The group’s net profit available for distribution was R343.8 million — a rise of 28% from the comparable period.

Chief executive Laurence Rapp said significant progress had been made in the last six months in developing a better quality and lower risk portfolio.  "This can be seen by our strong retail (52%), sovereign tenant (10%) and hospital (3%) assets now representing the lion's share (65%) of the overall portfolio," he said.

Net profit from property operations, excluding straight-line rental accruals, increased by 17.6% to R406.9 million (September 2012: R346.0 million) with the portfolio showing like-for-like growth of a very credible 8.1%.  Vacancies, measured as a percentage of gross rentals, decreased to 6.7% from 7.1% in March 2013.  The acquisitions and disposals have also significantly improved the lease expiry profile of the portfolio.

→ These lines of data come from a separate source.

/// Draws a line of text; `left` is where it begins and `baseline` where the letters stand, in pixels. A character that
/// is not in the font is drawn as an empty box.
pub fn draw_text(
    picture: &mut Picture,
    (left, baseline): Point,
    text: &str,
    size: f64,
    weight: Weight,
    colour: Rgb,
) {
    let width = stroke_width(size, weight);
    let unit = UNIT * size;
    // Small letters and capitals end on whole pixels above the baseline's own row.
    let (small, capital) = ((7.0 * unit).round(), (10.0 * unit).round());
    let rise = |y: f64| match y {
        y if y <= 0.0 => y * unit,
        y if y <= 7.0 => y / 7.0 * small,
        y => small + (y - 7.0) / 3.0 * (capital - small),
    };
    // The stroke's lower edge stands on the baseline; its middle falls on the middle of a row.
    let floor = baseline.round() - 0.5 - ((width - 1.0) * 0.5).round();
    let mut pen = left;
    for c in text.chars() {
        let (share, lift, body) =
            raised(c).map_or((1.0, 0.0, c), |digit| (RAISED_SIZE, RAISED_BY * unit, digit));
        let (before, _, _, parts) = glyph(body);
        let place = |(x, y): Point| {
            // A stem at the left of a glyph falls on the middle of a column.
            let stem = (pen + before * unit * share - 0.5).round() + 0.5;
            let up = if share < 1.0 { lift + y * unit * share } else { rise(y) };
            (stem + x * unit * share, floor - up)
        };
        let lines: Vec<Vec<Point>> =
            parts.iter().filter_map(flatten).map(|path| path.into_iter().map(place).collect()).collect();
        picture.stroke(&lines, if share < 1.0 { width * 0.85 } else { width }, colour);
        let dots: Vec<Vec<Point>> = parts
            .iter()
            .filter_map(|part| if let Dot(x, y) = part { Some(vec![place((*x, *y))]) } else { None })
            .collect();
        picture.stroke(&dots, 1.4 * width, colour);
        pen += advance(c, size);
    }
}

New leases and renewals with a total area of 150 579 metres squared and a contract value of R538.3 million were concluded.  78% of leases to be renewed during the review period were renewed or are in the process of being renewed.

Looking ahead, Rapp said that while he did not expect to see a significant improvement in the macro operating environment, the portfolio was well positioned to produce better growth going forward.  "Our retail assets continue to perform well and we have been encouraged by an increase in demand for industrial space. The office sector remains the most challenging though," he said.

"The business is in good shape and we are confident of meeting our distribution growth guidelines for 2014 of between 4% and 6% off a normalised base of 120.44 cents per linked unit and thereafter seeing a healthy increase in distribution growth for 2015.”